Obviously, B implies C, which implies A. I have already proved that A is true, without using B or C, but these implications would give nicer proofs in my opinion.
I also see that B is false if $G$ has chromatic number 3 or 4; counterexamples are the cycle graph $C_{2n+1}$ (http://mathworld.wolfram.com/CycleGraph.html) and the wheel graph $W_{2n+1}$ (http://mathworld.wolfram.com/WheelGraph.html).

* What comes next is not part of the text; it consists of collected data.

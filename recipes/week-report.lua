-- A week of a network as one page: when it was in one piece, which ways round there were, day by day
-- and hour by hour, and how all of that was computed.

local thole = require "thole"

local p = thole.params {
    input = { "recipes/data/archipelago-week.csv", type = "file",
            help = "log of links: delimited text, plain or compressed" },
    out = { "week-report.html", type = "file", help = "the page to write" },
    title = { "A week in the Vessary Isles", help = "heading of the page" },
    from = { "from", help = "column of one end of a link" },
    to = { "to", help = "column of the other end" },
    start = { "departs", help = "column of the time a link begins" },
    finish = { "arrives", help = "column of the time it ends" },
    zone = { "Atlantic/Azores", help = "time zone of the times; none for plain numbers" },
    length = { "1 h", help = "length of a window" },
    overlap = { 0.5, min = 0, max = 0.999999,
            help = "share of a window that the next one has in common with it" },
    join = { "union", one_of = { "union", "intersection" }, help = "what stands between two windows" },
    faulty = { "skip", one_of = { "stop", "skip" }, help =
            "what to do at a faulty row: the page lists those skipped" },
    longest = { 10, type = "integer", min = 1, help = "how many of the longest loops and pieces to list" },
}

local zone = p.zone ~= "none" and p.zone or nil
local net = thole.read_contacts(p.input, {
    from = p.from, to = p.to, start = p.start, finish = p.finish,
    time = not zone and "plain" or nil, zone = zone, faulty = p.faulty, columns = {},
})
local length = p.length:find("%a") and p.length or p.length .. " " .. net.unit
local cuts = thole.windows.sliding(net, { length = p.length, overlap = p.overlap })
local graph = net:zigzag { windows = cuts, radius = "graph", dims = { 0, 1 }, join = p.join }
local filled = net:zigzag { windows = cuts, radius = 1, dims = { 0, 1 }, join = p.join }

thole.report(p.out, {
    title = p.title,
    lead = ("The links of the log, cut into windows of %s: when they make one network, when it falls apart, "
        .. "and which ways round it has for how long."):format(length),
    { "findings", bars = graph },
    { "caution" },
    { "days", net = net, bars = graph },
    { "betti",
        { graph, dim = 0, label = "Pieces (dimension 0)" },
        { graph, dim = 1, label = "Loops (dimension 1), radius graph" },
        { filled, dim = 1, label = "Loops (dimension 1), radius 1" } },
    { "barcode",
        { graph, title = "Radius graph: places and links only" },
        { filled, title = "Radius 1: triangles of links filled in" } },
    { "diagram",
        { graph, dim = 0, title = "Pieces, radius graph" },
        { graph, dim = 1, title = "Loops, radius graph" },
        { filled, dim = 0, title = "Pieces, radius 1" },
        { filled, dim = 1, title = "Loops, radius 1" } },
    { "longest", bars = graph, dim = 1, most = p.longest, net = net, title = "The longest loops, radius graph" },
    { "longest", bars = filled, dim = 1, most = p.longest, net = net, title = "The longest loops, radius 1" },
    { "longest", bars = graph, dim = 0, most = p.longest, net = net },
    { "account", net = net },
    { "method", recipe = "recipes/week-report.lua", parameters = p, net = net, bars = { graph, filled } },
})
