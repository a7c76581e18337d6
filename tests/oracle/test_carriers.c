/* Carriers of bars on random networks: at every position they are cycles of the complex there, a basis of its
 * homology together, a boundary where an addition is about to kill the bar, and one where a deletion has just
 * borne it. */
#include <setjmp.h>
#include <stdarg.h>
#include <stddef.h>
#include <stdint.h>
#include <stdio.h>
#include <stdlib.h>

#include <cmocka.h>

#include "support/dice.h"
#include "support/run_case.h"

enum { NETWORKS = 150, MOST_CHAIN = 512, MOST_BARS = 256 };

static void random_case(dice *d, judge_case *c) {
    static const int radii[] = {-1, 1, 1, 2};
    *c = (judge_case){.nodes = dice_from(d, 4, 9), .windows = dice_from(d, 1, 6), .dims = 3};
    for (int i = 0; i < c->windows; i++) {
        c->from[i] = 6 * i;
        c->to[i] = 6 * i + dice_from(d, 4, 9);
    }
    c->events = dice_from(d, 4, 60);
    for (int i = 0; i < c->events; i++) {
        int start = dice_from(d, 0, 36);
        c->event[i] =
            (judge_event){(int)dice_below(d, (uint32_t)c->nodes), (int)dice_below(d, (uint32_t)c->nodes),
                          start, start + dice_from(d, 0, 9)};
    }
    c->radius = radii[dice_below(d, 4)];
    c->intersection = dice_below(d, 2) == 1;
}

typedef struct chain {
    judge_simplex cell[MOST_CHAIN];
    size_t n;
} chain;

static void toggle(chain *x, judge_simplex s) {
    for (size_t i = 0; i < x->n; i++)
        if (x->cell[i] == s) {
            x->cell[i] = x->cell[--x->n];
            return;
        }
    assert_true(x->n < MOST_CHAIN);
    x->cell[x->n++] = s;
}

static bool there(const judge_case *c, int position, int p, const chain *x) {
    judge_simplex *all;
    size_t n = judge_simplices(c, position, p, &all);
    bool fine = true;
    for (size_t i = 0; i < x->n; i++) {
        bool found = false;
        for (size_t k = 0; k < n; k++)
            found = found || all[k] == x->cell[i];
        fine = fine && found;
    }
    free(all);
    return fine;
}

static chain chain_of(const thole_carriers *carriers, size_t i, uint32_t dim) {
    chain x = {.n = 0};
    for (size_t part = 0; part < thole_carriers_parts(carriers, i); part++) {
        size_t n;
        const uint32_t *nodes = thole_carriers_part(carriers, i, part, &n);
        assert_true(n >= (dim == 1 ? 3u : 1u));
        if (dim == 0)
            toggle(&x, (judge_simplex)(1u << nodes[0]));
        for (size_t k = 0; dim == 1 && k < n; k++)
            toggle(&x, (judge_simplex)(1u << nodes[k] | 1u << nodes[(k + 1) % n]));
    }
    return x;
}

static uint64_t check_position(thole_context *context, const judge_case *c, const thole_network *network,
                               const thole_barcode *barcode, int t, uint32_t dim) {
    static chain chains[MOST_BARS];
    const judge_simplex *lists[MOST_BARS];
    size_t lengths[MOST_BARS];
    thole_error error;
    thole_carriers *carriers;
    int positions = 2 * c->windows - 1;
    assert_int_equal(thole_barcode_carriers(context, barcode, network, (size_t)t, dim, &carriers, &error),
                     THOLE_OK);
    size_t n = thole_carriers_count(carriers);
    assert_int_equal(n, judge_betti(c, t, (int)dim));
    for (size_t i = 0; i < n; i++) {
        chains[i] = chain_of(carriers, i, dim);
        lists[i] = chains[i].cell;
        lengths[i] = chains[i].n;
        assert_true(there(c, t, (int)dim, &chains[i]));
        /* independent of those before it, and so no boundary */
        assert_false(judge_spans(c, t, (int)dim, chains[i].cell, chains[i].n, lists, lengths, i));
        thole_bar bar = thole_barcode_bar(barcode, thole_carriers_bar(carriers, i));
        assert_true((int)bar.first <= t && t <= (int)bar.last && bar.dim == dim);
        bool into_bigger = t + 1 < positions && (t % 2 == 0) != c->intersection;
        bool from_bigger = t > 0 && ((t - 1) % 2 == 0) == c->intersection;
        if ((int)bar.last == t && into_bigger)
            assert_true(judge_spans(c, t + 1, (int)dim, chains[i].cell, chains[i].n, NULL, NULL, 0));
        if ((int)bar.first == t && from_bigger)
            assert_true(judge_spans(c, t - 1, (int)dim, chains[i].cell, chains[i].n, NULL, NULL, 0));
    }
    thole_carriers_release(carriers);
    return n;
}

static void carriers_carry(void **state) {
    (void)state;
    uint64_t seed = dice_setting("SEED", 7), cases = dice_cases(NETWORKS), carriers = 0;
    printf("seed %llu, %llu networks\n", (unsigned long long)seed, (unsigned long long)cases);
    for (uint64_t i = 0; i < cases; i++) {
        dice d = {seed + i * UINT64_C(1000003)};
        judge_case c;
        random_case(&d, &c);
        thole_memory memory = {0};
        thole_context context = {.memory = &memory, .threads = dice_from(&d, 1, 2)};
        thole_network *network;
        thole_windows *windows;
        thole_barcode *barcode;
        thole_error error;
        run_case_make(&context, &c, &network, &windows);
        thole_zigzag_options options = run_case_options(&c, (uint32_t)dice_from(&d, 0, 4));
        assert_int_equal(thole_zigzag(&context, network, windows, &options, &barcode, &error), THOLE_OK);
        for (int t = 0; t < 2 * c.windows - 1; t++)
            for (uint32_t dim = 0; dim < 2; dim++)
                carriers += check_position(&context, &c, network, barcode, t, dim);
        thole_barcode_release(barcode);
        thole_network_release(network);
        thole_windows_release(windows);
        assert_int_equal(atomic_load(&memory.used), 0);
    }
    printf("%llu carriers\n", (unsigned long long)carriers);
    assert_true(carriers > 5 * cases);
}

/* A pentagon with a tail: its loop is the five nodes in order, whatever hangs on it; and with a chord that
 * fills a triangle at radius 1, the loop takes the chord and leaves the corner out. */
static void a_loop_is_told_in_order(void **state) {
    (void)state;
    judge_case c = {
        .nodes = 7,
        .events = 6,
        .windows = 1,
        .from = {0},
        .to = {1},
        .radius = 1,
        .dims = 2,
        .event = {{0, 1, 0, 1}, {1, 2, 0, 1}, {2, 3, 0, 1}, {3, 4, 0, 1}, {4, 0, 0, 1}, {2, 6, 0, 1}}};
    for (int chord = 0; chord < 2; chord++) {
        if (chord == 1)
            c.event[c.events++] = (judge_event){1, 3, 0, 1};
        thole_memory memory = {0};
        thole_context context = {.memory = &memory, .threads = 1};
        thole_network *network;
        thole_windows *windows;
        thole_barcode *barcode;
        thole_carriers *carriers;
        thole_error error;
        run_case_make(&context, &c, &network, &windows);
        thole_zigzag_options options = run_case_options(&c, 0);
        assert_int_equal(thole_zigzag(&context, network, windows, &options, &barcode, &error), THOLE_OK);
        assert_int_equal(thole_barcode_carriers(&context, barcode, network, 0, 1, &carriers, &error),
                         THOLE_OK);
        assert_int_equal(thole_carriers_count(carriers), 1);
        assert_int_equal(thole_carriers_parts(carriers, 0), 1);
        size_t n;
        const uint32_t *walk = thole_carriers_part(carriers, 0, 0, &n);
        bool seen[7] = {false};
        for (size_t i = 0; i < n; i++)
            seen[walk[i]] = true;
        assert_int_equal(n, chord == 0 ? 5 : 4);
        assert_true(seen[0] && seen[1] && seen[3] && seen[4] && seen[2] == (chord == 0) && !seen[6]);
        thole_carriers_release(carriers);
        assert_int_equal(thole_barcode_carriers(&context, barcode, network, 1, 1, &carriers, &error),
                         THOLE_ARGUMENT);
        assert_int_equal(thole_barcode_carriers(&context, barcode, network, 0, 0, &carriers, &error),
                         THOLE_ARGUMENT);
        thole_barcode_release(barcode);
        thole_network_release(network);
        thole_windows_release(windows);
        assert_int_equal(atomic_load(&memory.used), 0);
    }
}

int main(void) {
    const struct CMUnitTest tests[] = {cmocka_unit_test(a_loop_is_told_in_order),
                                       cmocka_unit_test(carriers_carry)};
    return cmocka_run_group_tests(tests, NULL, NULL);
}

In the next questions we can exclude these small cases.
My questions are:
(1) Does C imply B? That is, are they actually equivalent?
(2) Is C true?
(3) Is B true?
Best Answer
Statement B is false: for any positive integer $n$ there is a graph $G$ which is triangle-free (contains no subgraph isomorphic to $K_3$) and has chromatic number $\chi(G)\gt n.$
Proof. Let $G=(V,E)$ where $$V=\{(x,y):0\le x\lt y\le2^n\},$$ $$E=\{\{(x,y),(y,z)\}:0\le x\lt y\lt z\le2^m\}.$$ Clearly $G$ is triangle-free. To see that $\chi(G)\gt n$ consider any coloring $f:V\to[n]=\{1,2,\dots,n\}.$ Define a function $\varphi:\{0,1,\dots,2^n\}\to\mathcal P([n])$ by setting $\varphi(x)=\{f(x,y):x\lt y\le2^n\}.$ Choose $x,y\in\{0,1,\dots,2^n\}$ with $x\lt y$ and $\varphi(x)=\varphi(y).$ Since $f(x,y)\in\varphi(x)=\varphi(y),$ we can find $z$ such that $y\lt z\le2^n$ and $f(y,z)=f(x,y),$ i.e., $f$ is not a proper coloring of $G.$ This shows that $\chi(G)\gt n$; in fact, it is easy to see that $\chi(G)=n+1.$
Update. Statement C is the Hajós conjecture. The statement "every graph of chromatic number $n$ contains a subgraph isomorphic to a subdivision of $K_n$" is known to be true for $n\le4$ and false for $n\ge7;$ the cases $n=5$ and $n=6$ seem to be unsolved problems. The statement for $n=5,$ that every graph of chromatic number $5$ contains a subgraph isomorphic to a subdivision of $K_5,$ would be a strengthening of the four color theorem.